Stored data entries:

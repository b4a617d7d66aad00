"""The table of checks is made from the code and leaves none out."""

from __future__ import annotations

import subprocess
import sys

import pytest

from pipeline.checking import CHECKS, CONCLUSIONS
from pipeline.checking.table import CheckEntry, ConclusionEntry, described_limit, markdown
from pipeline.settings import CheckSettings

EVERY: dict[str, CheckEntry | ConclusionEntry] = {**CHECKS, **CONCLUSIONS}


@pytest.mark.parametrize("entry", EVERY.values(), ids=lambda entry: entry.name)
def test_each_check_is_listed_with_what_it_takes(entry: CheckEntry | ConclusionEntry) -> None:
    assert EVERY[entry.name] is entry
    assert entry.name == entry.name.lower().replace("_", "-")
    assert entry.looks_for
    assert entry.severities
    assert set(entry.limits) <= set(CheckSettings.model_fields)
    assert all(described_limit(name) for name in entry.limits)


def test_every_limit_of_the_settings_is_used_by_a_check() -> None:
    used = {name for entry in CHECKS.values() for name in entry.limits}
    assert set(CheckSettings.model_fields) - used == set()


def test_every_limit_is_described_with_its_source() -> None:
    for name, field in CheckSettings.model_fields.items():
        assert field.description, name


def test_the_table_holds_every_check() -> None:
    lines = markdown(EVERY.values()).splitlines()
    assert len(lines) == 2 + len(CHECKS) + len(CONCLUSIONS)
    assert [line.split("`")[1] for line in lines[2:]] == sorted(EVERY)
    assert all(line.count(" | ") == 3 for line in lines)


def test_a_limit_stands_there_with_its_default() -> None:
    assert described_limit("station_speed") == "`station_speed` 15"
    assert described_limit("inversion_bottle") == "`inversion_bottle`: upper 0.05, deep 0.02"
    with pytest.raises(AttributeError):
        described_limit("no_such_limit")


def test_the_command_prints_the_table() -> None:
    command = [sys.executable, "-m", "pipeline.checking"]
    printed = subprocess.run(command, check=True, capture_output=True, text=True).stdout
    assert printed == markdown(EVERY.values()) + "\n"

What to produce: Check each line of the records for the string "CheckSettings" and copy those that have it.

Answer to this problem:
from pipeline.settings import CheckSettings
    assert set(entry.limits) <= set(CheckSettings.model_fields)
    assert set(CheckSettings.model_fields) - used == set()
    for name, field in CheckSettings.model_fields.items():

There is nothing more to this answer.